Human rights activists, aid workers, and members of Congress welcomed Friday’s news that the Trump Administration would finally end refueling of the Saudi coalition in Yemen. It seemed that after years of pressure, the Administration was at last heeding calls to diminish the U.S.’s role in quite literally fueling the bloody war and world’s worst humanitarian crisis.
Shortly after the announcement was made, however, the Saudi government issued a statement indicating that it had “requested cessation” of the fueling because it had enhanced its own capabilities to do so. U.S. Defense Secretary Jim Mattis voiced support for the Kingdom’s decision, saying the U.S. was consulted.
It was yet another reminder that when it comes to Yemen, instead of making decisions independently, the U.S. remains at the beck and call of Saudi Arabia.
For four years, the U.S. has supported Saudi Arabia in the war in Yemen through intelligence sharing with coalition forces, logistics support, and facilitating billions of dollars in arms sales. Among the weapons sold include a laser-guided bomb that was used to kill 40 Yemeni children on a school bus in August. President Barack Obama had halted the sale of precision munitions after the deadly bombing of a funeral hall in Sana, Yemen in October 2016 that killed 155 people, but these were reinstated just five months later under the Trump Administration.
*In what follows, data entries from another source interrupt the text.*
func (r *checkRun) dynamic(fdT float64) error {
	links := r.cfg.Links
	c := r.base()
	var shallow, deep []float64
	for _, th := range checkThresholds {
		_, afd := lcrTheory(math.Pow(10, th/20))
		if afd/fdT >= checkSamplesPerFade {
			shallow = append(shallow, th)
		} else {
			deep = append(deep, th)
		}
	}
	// Autocorrelation lags in samples (distinct, at most a quarter record).
	var lagD []int
	for _, ft := range checkLags {
		d := max(1, int(math.Round(ft/fdT)))
		if !slices.Contains(lagD, d) {
			lagD = append(lagD, d)
		}
	}
	so := max(1, int(math.Round(0.02/fdT))) // origin stride: 50 per Doppler period
	sk := max(1, int(math.Round(1/fdT)))    // KS stride: one Doppler period

	meanPow := make([]float64, links)
	originPow := make([]float64, links)
	acf := make([][]float64, len(lagD))    // per link: mean of Re h(t+τ)h*(t)
	acfPow := make([][]float64, len(lagD)) // per link: mean of |h(t)|² over the same origins
	for j := range acf {
		acf[j] = make([]float64, links)
		acfPow[j] = make([]float64, links)
	}
	down := make([][]float64, len(shallow))
	below := make([][]float64, len(shallow))
	for j := range down {
		down[j] = make([]float64, links)
		below[j] = make([]float64, links)
	}
	dbMean, dbSq := make([]float64, links), make([]float64, links)
	out10 := make([]float64, links)
	var ks []float64
	nRec := 0
	for u := 0; u < links; u++ {
		if err := r.ctx.Err(); err != nil {
			return err
		}
		n, err := r.single(c, fdT, u, 0)
		if err != nil {
			return err
		}
		nRec = n
		pw, re, im := r.pw[:n], r.re[0][:n], r.im[0][:n]
		s := 0.0
		for _, v := range pw {
			s += v
		}
		meanPow[u] = s / float64(n)
		w0 := min(n, so)
		s = 0
		for _, v := range pw[:w0] {
			s += v
		}
		originPow[u] = s / float64(w0)
		for j, d := range lagD {
			if d >= n/4 {
				acf[j][u] = math.NaN()
				continue
			}
			s, p, cnt := 0.0, 0.0, 0
			for i := 0; i+d < n; i += so {
				s += re[i]*re[i+d] + im[i]*im[i+d]
				p += pw[i]
				cnt++
			}
			acf[j][u] = s / float64(cnt)
			acfPow[j][u] = p / float64(cnt)
		}
		for j, th := range shallow {
			dn, bl := crossings(pw, math.Pow(10, th/10))
			down[j][u], below[j][u] = dn, bl
		}
		s, sq, cnt := 0.0, 0.0, 0
		thr10 := 0.1 // 10 dB below the unit mean
		o := 0
		for i := 0; i < n; i += so {
			x := 10 * math.Log10(pw[i])
			s += x
			sq += x * x
			cnt++
			if pw[i] < thr10 {
				o++
			}
		}
		dbMean[u], dbSq[u] = s/float64(cnt), sq/float64(cnt)
		out10[u] = float64(o) / float64(cnt)
		for i := 0; i < n; i += sk {
			ks = append(ks, pw[i])
		}
	}
	m, se := meanSE(meanPow)
	r.add(CheckLine{Name: "mean power of a unit-power tap", Kind: "mean-power", Measured: m, Theory: 1, FdT: fdT}, se, allowPower)
	m, se = meanSE(originPow)
	r.add(CheckLine{Name: fmt.Sprintf("ensemble power over the first %d samples (stationarity)", so), Kind: "origin-power", Measured: m, Theory: 1, FdT: fdT}, se, allowPower)
	for j, d := range lagD {
		if math.IsNaN(acf[j][0]) {
			continue
		}
		ft := float64(d) * fdT
		m, se := ratioSE(acf[j], acfPow[j])
		r.add(CheckLine{Name: fmt.Sprintf("autocorrelation at f_D·τ = %.4f vs J0(2π f_D τ)", ft), Kind: "autocorrelation",
			Arg: ft, Measured: m, Theory: math.J0(2 * math.Pi * ft), FdT: fdT}, se, allowAutocorr)
	}
	r.addCrossings(shallow, down, below, nRec, fdT)
	if len(deep) > 0 {
		if err := r.deep(deep); err != nil {
			return err
		}
	}
	// Kolmogorov–Smirnov distance from Exponential(1).
	slices.Sort(ks)
	exp := distuv.Exponential{Rate: 1}
	dmax := 0.0
	nk := float64(len(ks))
	for i, v := range ks {
		f := exp.CDF(v)
		dmax = math.Max(dmax, math.Max(float64(i+1)/nk-f, f-float64(i)/nk))
	}
	infl := 0.0 // Σ_k J0²(2π k sk fdT): correlation of power samples sk apart
	for k := 1; k <= int(r.cfg.DopplerPeriods); k++ {
		j := math.J0(2 * math.Pi * float64(k*sk) * fdT)
		infl += j * j
	}
	r.add(CheckLine{Name: fmt.Sprintf("Kolmogorov–Smirnov distance of the power from Exponential(1), %d samples", len(ks)),
		Kind: "power-ks", Measured: dmax, Theory: 0, FdT: fdT}, 0, ksC/math.Sqrt(nk)*math.Sqrt(1+2*infl))
	r.addDB(1, dbMean, dbSq, fdT)
	m, se = meanSE(out10)
	r.add(CheckLine{Name: "outage 10 dB below the mean, L = 1", Kind: "mrc-outage", Arg: 10, Branches: 1,
		Measured: m, Theory: gammaCDF(1, 0.1), FdT: fdT}, se, allowOutRel*gammaCDF(1, 0.1))
	for _, L := range []int{2, 4} {
		if err := r.mrc(L, fdT); err != nil {
			return err
		}
	}
	if r.cfg.Channel.LOS {
		if err := r.rician(fdT); err != nil {
			return err
		}
	}
	if len(r.cfg.Channel.Profile.Taps) > 1 {
		if err := r.profile(fdT); err != nil {
			return err
		}
	}
	return nil
}
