// TestTuneConstraintsFollowsTheVerdict: exit status 4 follows the verdict
// field of the overall decision or of any condition, and its message is
// the decision's headline.
func TestTuneConstraintsFollowsTheVerdict(t *testing.T) {
	unmet := &pb.Decision{Verdict: pb.Verdict_VERDICT_CONSTRAINTS_UNMET, Headline: "Constraints unmet: closest step_db=1."}
	win := &pb.Decision{Verdict: pb.Verdict_VERDICT_WINNER, Headline: "Winner: step_db=1."}
	tests := []struct {
		name string
		rec  *pb.Recommendation
		want string // "" for no error
	}{
		{"winner", &pb.Recommendation{Overall: win, Conditions: []*pb.ConditionResult{{Name: "a", Decision: win}}}, ""},
		{"overall unmet", &pb.Recommendation{Overall: unmet}, "Constraints unmet: closest step_db=1."},
		{"one condition unmet", &pb.Recommendation{Overall: win, Conditions: []*pb.ConditionResult{{Name: "a", Decision: win}, {Name: "b", Decision: unmet}}},
			"condition b: Constraints unmet"},
		{"tie", &pb.Recommendation{Overall: &pb.Decision{Verdict: pb.Verdict_VERDICT_TIE, TieSet: []int32{0, 1}}}, ""},
	}
	for _, tc := range tests {
		err := tuneConstraints(tc.rec)
		var cu constraintsUnmet
		switch {
		case tc.want == "" && err != nil:
			t.Errorf("%s: %v, want no error", tc.name, err)
		case tc.want != "" && (!errors.As(err, &cu) || !strings.Contains(err.Error(), tc.want)):
			t.Errorf("%s: %v, want constraintsUnmet with %q", tc.name, err, tc.want)
		case tc.want != "" && report(io.Discard, "tune", err) != exitConstraintsUnmet:
			t.Errorf("%s: exit status not 4", tc.name)
		}
	}
}

// TestReportFlag: --report FILE.html on run, tune and capacity writes the
// HTML report of the same result the command printed (the tune page
// carries the API's headline); a name without .html is bad input (exit 2)
// before any work.
func TestReportFlag(t *testing.T) {
	dir := t.TempDir()
	cases := []struct {
		args []string
		want string // in the page
	}{
		{[]string{"run", "testdata/scenarios/small.json", "--slots", "600", "--quiet"}, "Figures"},
		{append(append([]string{}, tuneArgs...), "--format", "json"), "Verdict: "},
		{[]string{"capacity", "testdata/scenarios/small.json", "--slots", "600", "--quiet",
			"--outage-limit", "0.05", "--max-count", "8", "--replications", "2"}, "Capacity"},
	}
	for _, c := range cases {
		page := filepath.Join(dir, c.args[0]+".html")
		r := ok(t, append(c.args, "--report", page)...)
		b, err := os.ReadFile(page)
		if err != nil {
			t.Fatalf("%s --report: %v", c.args[0], err)
		}
		html := string(b)
		if !strings.HasPrefix(strings.TrimSpace(html), "<!DOCTYPE html>") || !strings.Contains(html, c.want) {
			t.Errorf("%s report lacks %q (%d bytes)", c.args[0], c.want, len(html))
		}
		if c.args[0] == "tune" {
			rec := &pb.Recommendation{}
			if err := protojson.Unmarshal([]byte(r.stdout), rec); err != nil {
				t.Fatal(err)
			}
			// html/template escapes some characters; compare a plain prefix.
			h := rec.GetOverall().GetHeadline()
			if len(h) > 20 {
				h = h[:20]
			}
			if h == "" || !strings.Contains(html, h) {
				t.Errorf("tune report lacks the API's headline %q", h)
			}
		}
	}
	r := fl(t, "run", "--slots", "600", "--report", filepath.Join(dir, "page.txt"))
	if r.code != 2 || !strings.Contains(r.stderr, "FILE.html") {
		t.Errorf("--report page.txt: exit %d, %s", r.code, r.stderr)
	}
}

// TestTuneOnLayout: tune on the README's multi-cell example with a
// handover-window axis (21 cells × 9 users, 600 slots, 2 replications:
// about 0.7 M user-slots). The automatic plot is the axis plot (steps and
// heatmap cannot draw a window axis) and the message names the kind drawn;
// the missing fixed-power baseline is explained; counts of one are
// singular; the high-outage warning, if any, is at the user's
// --outage-limit, not the 10 % default. Axes no kind can draw are refused
// before any work, naming the kinds that would.
func TestTuneOnLayout(t *testing.T) {
	dir := t.TempDir()
	town := filepath.Join(dir, "town.yaml")
	writeFile(t, town, ok(t, "example", "--multi-cell").stdout)
	png := filepath.Join(dir, "tune.png")
	args := []string{"tune", town, "--store", filepath.Join(dir, "store"), "--slots", "600", "--min-reps", "2", "--max-reps", "2",
		"--axis", "layout.handover.window_db=2,6", "--objective", "power", "--outage-limit", "0.12", "--plot", png}
	r := fl(t, args...)
	if r.code != exitOK && r.code != exitConstraintsUnmet {
		r.want(t, exitOK, args...)
	}
	checkPNG(t, png)
	if !strings.Contains(r.stderr, "wrote axis plot to "+png) {
		t.Errorf("stderr does not name the kind drawn:\n%s", r.stderr)
	}
	for _, want := range []string{"2 candidates × 1 condition;", "no fixed-power baseline is run in multi-cell mode", "in 1 round "} {
		if !strings.Contains(strings.ReplaceAll(r.stdout, "\n  ", " "), want) {
			t.Errorf("tune table lacks %q:\n%s", want, r.stdout)
		}
	}
	for _, never := range []string{"1 conditions", "1 rounds", "warning level of 10.00 %", "Closest setting misses"} {
		if strings.Contains(r.stdout, never) {
			t.Errorf("tune table says %q:\n%s", never, r.stdout)
		}
	}
	// The same job again (its replications come from the store) as JSON:
	// the request carried the user's 12 % as the warning level.
	r = fl(t, append(args, "--format", "json")...)
	rec := &pb.Recommendation{}
	if err := protojson.Unmarshal([]byte(r.stdout), rec); err != nil {
		t.Fatalf("tune JSON: %v\n%s", err, r.stderr)
	}
	if w := rec.GetObjective().GetOutageWarning(); w != 0.12 {
		t.Errorf("outage warning level %g, want the --outage-limit 0.12", w)
	}

	bad := []string{"tune", town, "--store", filepath.Join(dir, "store"), "--slots", "600",
		"--axis", "layout.handover.window_db=2,6", "--axis", "inner_loop.update_rate_hz=750,1500", "--plot", filepath.Join(dir, "x.png")}
	r = fl(t, bad...)
	r.want(t, exitBadInput, bad...)
	for _, want := range []string{"no plot kind draws", "heatmap needs", "steps", "axis any one axis"} {
		if !strings.Contains(r.stderr, want) {
			t.Errorf("refusal lacks %q:\n%s", want, r.stderr)
		}
	}

	h := ok(t, "tune", "--help").stdout
	for _, want := range []string{"axis     the same against any one axis", "axis for any", "multi-cell mode (layout.sites set), which\nruns none"} {
		if !strings.Contains(h, want) {
			t.Errorf("tune --help lacks %q", want)
		}
	}
}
Prior to taking office, Trump campaigned on breaking away from the foreign policy establishment. But in many ways, he has embraced its most hawkish elements. The appeal of weapons’ sales seems a likely motivation for continuing to stay involved in Yemen. Saudi Arabia is the U.S.’s largest buyer of weapons, racking up $14.5 billion in purchases since Trump announced a $110 billion arms deal with the Kingdom in May 2017 (though that number is reported to have been inflated, as much of it was negotiated under the Obama administration).
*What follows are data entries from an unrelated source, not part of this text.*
// slotTail records the slot's noise rise and closes a batch when due.
func (c *collector) slotTail(t int64, nr float64) {
	sh := c.sh
	kn := sh.nl.index(nr)
	c.nrB[kn]++
	c.nrLo, c.nrHi = min(c.nrLo, kn), max(c.nrHi, kn)
	c.nrCnt++
	if t+1 >= c.nextEnd {
		c.endBatch()
		c.batch++
		c.nextEnd = sh.warm + c.measured*int64(c.batch+1)/int64(c.batches)
		if c.nextEnd <= t+1 {
			c.nextEnd = t + 2
		}
	}
}

// slotFused is the fast path of a measured slot with every user active,
// converged-tracking done and a linear-mean link: it computes each SIR from
// the received powers (SIR_i = G_p r_i / (X − r_i)), records the figures and
// adds the SIR to the block accumulator in one pass. slotTail completes it.
func (c *collector) slotFused(rp *replication, X float64) {
	sh := c.sh
	n := c.n
	rx := rp.rx[:n]
	sir := rp.sir[:n]
	inv := rp.bank.invTarget[:n]
	acc, cnt := rp.effAcc[:n], rp.effN[:n]
	sl, pl := sh.sl, sh.pl
	p := rp.bank.p[:n]
	pmax := rp.bank.pmax
	marg := sh.marginLin
	gp := sh.gp
	ss, ps := c.ss, c.ps
	bOut, bMax, bPsum, bCnt := c.bOut[:n], c.bMax[:n], c.bPsum[:n], c.bCnt[:n]
	sB, pB := c.sB, c.pB
	// The fast path does not track the used bin range: the batch end scans
	// whole histograms instead (cheaper than two min/max per value).
	c.fullScan = true
	for u, r := range rx {
		s := gp * r / (X - r)
		sir[u] = s
		acc[u] += s
	}
	for u, s := range sir {
		ratio := s * inv[u]
		k := sl.index(ratio)
		sB[u*ss+k]++
		if ratio < marg {
			bOut[u]++
		}
	}
	for u, pu := range p {
		pB[u*ps+pl.index(pu)]++
		if pu >= pmax {
			bMax[u]++
		}
		bPsum[u] += pu
		bCnt[u]++
		cnt[u]++
	}
}

// convergence tracks, for users not yet converged, the mean SIR error over
// the last convW slots (from the start, warm-up included).
func (c *collector) convergence(t int64, sir, inv []float64, act []uint8) {
	w := c.sh.convW
	sl := c.sh.sl
	tol := c.sh.convTolDB
	for u, s := range sir {
		if c.conv[u] >= 0 || (act != nil && act[u] == 0) {
			continue
		}
		e := sl.centerDB[sl.index(s*inv[u])]
		buf := c.win[u*w : (u+1)*w]
		h := c.winHead[u]
		if c.winN[u] == int32(w) {
			c.winSum[u] -= buf[h]
		} else {
			c.winN[u]++
		}
		buf[h] = e
		c.winSum[u] += e
		h++
		if h == int32(w) {
			h = 0
		}
		c.winHead[u] = h
		if c.winN[u] == int32(w) && math.Abs(c.winSum[u]/float64(w)) <= tol {
			c.conv[u] = t + 1
			c.pending--
		}
	}
}

// block records a measured block of user u.
func (c *collector) block(u int, blockErr bool) {
	c.bBlk[u]++
	if blockErr {
		c.bErr[u]++
	}
}

// fold adds one batch value of statistic st of set i.
func (c *collector) fold(i, st int, x float64) {
	j := i*nStat + st
	c.bsum[j] += x
	c.bsq[j] += x * x
	c.bk[j]++
}

func (c *collector) foldHist(i int, hs *histStats, powMeanDBm float64, out, max, blk, errs int64) {
	if hs.n == 0 {
		return
	}
	c.fold(i, stSIRMean, hs.mean)
	c.fold(i, stSIRStd, hs.std)
	for q := range 5 {
		c.fold(i, stSIRQ+q, hs.q[q])
	}
	c.fold(i, stOutage, float64(out)/float64(hs.n))
	if blk > 0 {
		c.fold(i, stBLER, float64(errs)/float64(blk))
	}
	c.fold(i, stMaxFrac, float64(max)/float64(hs.n))
	c.fold(i, stPowMean, powMeanDBm)
}
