package loop

import "sync"

// pool holds the histograms of every set (users, distance bins, the
// aggregate) and of the noise rise summed over the replications of a run,
// so that with several replications the percentiles, mean and std are those
// of all replications' samples together (pooled), not averages of
// per-replication values. Counts are integers, so the sums do not depend on
// the order in which replications finish. Only runs with more than one
// replication keep a pool.
type pool struct {
	mu       sync.Mutex
	sir, pow []pooledHist // per set index (users, then sets)
	rise     pooledHist
}

// pooledHist is one pooled histogram and the range of its used bins.
type pooledHist struct {
	counts []uint64
	lo, hi int
	n      uint64
}

// addCounts adds the counts of bins [lo, hi] to h.
func addCounts[T uint32 | uint64](h *pooledHist, counts []T, lo, hi int) {
	if lo > hi {
		return
	}
	if h.counts == nil {
		h.counts = make([]uint64, len(counts))
		h.lo, h.hi = lo, hi
	}
	h.lo, h.hi = min(h.lo, lo), max(h.hi, hi)
	for j := lo; j <= hi; j++ {
		h.counts[j] += uint64(counts[j])
		h.n += uint64(counts[j])
	}
}

// stats summarises the pooled histogram (scanStats).
func (h *pooledHist) stats(l *histLayout, out *histStats) {
	if h.counts == nil {
		*out = histStats{}
		return
	}
	scanStats(l, h.counts, h.lo, h.hi, h.n, quantileSpec[:], out, nil)
}

func newPool(sets int) *pool {
	return &pool{sir: make([]pooledHist, sets), pow: make([]pooledHist, sets)}
}

// addCollector adds a finished replication's cumulative histograms.
func (p *pool) addCollector(c *collector) {
	p.mu.Lock()
	defer p.mu.Unlock()
	n := c.users
	for u := 0; u < n; u++ {
		addCounts(&p.sir[u], c.sir.cum[u*c.sir.stride:(u+1)*c.sir.stride], int(c.sir.loCum[u]), int(c.sir.hiCum[u]))
		addCounts(&p.pow[u], c.pow.cum[u*c.pow.stride:(u+1)*c.pow.stride], int(c.pow.loCum[u]), int(c.pow.hiCum[u]))
	}
	for s := 0; s < c.sets; s++ {
		if c.sir.setCum[s] == nil {
			continue
		}
		addCounts(&p.sir[n+s], c.sir.setCum[s], c.sir.setLoCum[s], c.sir.setHiCum[s])
		addCounts(&p.pow[n+s], c.pow.setCum[s], c.pow.setLoCum[s], c.pow.setHiCum[s])
	}
	addCounts(&p.rise, c.riseCum, c.riseLoCum, c.riseHiCum)
}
It also is why he has tried to stay out of conflict on other issues with the Kingdom, such as pulling the U.S. out of the Iran nuclear deal and cautiously responding to the death of journalist Jamal Khashoggi, who was killed at Saudi Arabia’s Istanbul consulate on Oct. 2. even citing a fear of losing jobs as reason for the latter. (Analysts have stated that it is highly unlikely any jobs would vanish if Saudi money disappeared, though). Secretary of State Pompeo did the same when staff raised concerns about the civilian toll in Yemen.
Trump’s “America first” has morphed into “Saudi first,” and innocent Yemeni children, women, and men are paying the price. U.S. involvement in the conflict has contributed to thousands of civilian deaths, a majority of which were a result from airstrikes carried out by the Saudi-led coalition. In addition, millions are without access to clean drinking water, the cholera outbreak continues to accelerate at 10,000 new cases per week, and half of the population is at risk of famine. Many of the half a million children suffering from chronic malnourishment will likely die if the conflict does not end soon.
Ceasing coalition refueling won’t be enough to end the nightmare. But it does present an opportunity for concerned Americans to demand accountability in our participation in a conflict that is sorely lacking in U.S. direction and decision. Constituents should push members to support H.Con.Res.138, a bipartisan resolution to force a floor vote to end U.S. participation in the hostilities in Yemen. On the Senate side, Senator Bernie Sanders (D-VT) has stated that he will bring its counterpart, SJ Res 54, to the floor for another vote after it was tabled in March.
Washington’s involvement in the terrible war in Yemen in order to promote Saudi Arabian interests has gone on long enough. Continuing on this dangerous path taints America’s standing in the world as a supporter of egregious human rights violations, provides minimal to no economic benefits for the country, and could potentially lead us to war with Saudi Arabia’s regional rival, Iran. The U.S. must take responsibility for its role in this horrendous conflict and terminate the blank check and unquestioning support of a regional power unconcerned with the repercussions within and outside the Middle East.
It is time for Americans to take back the narrative—and engage in foreign policy on U.S. terms.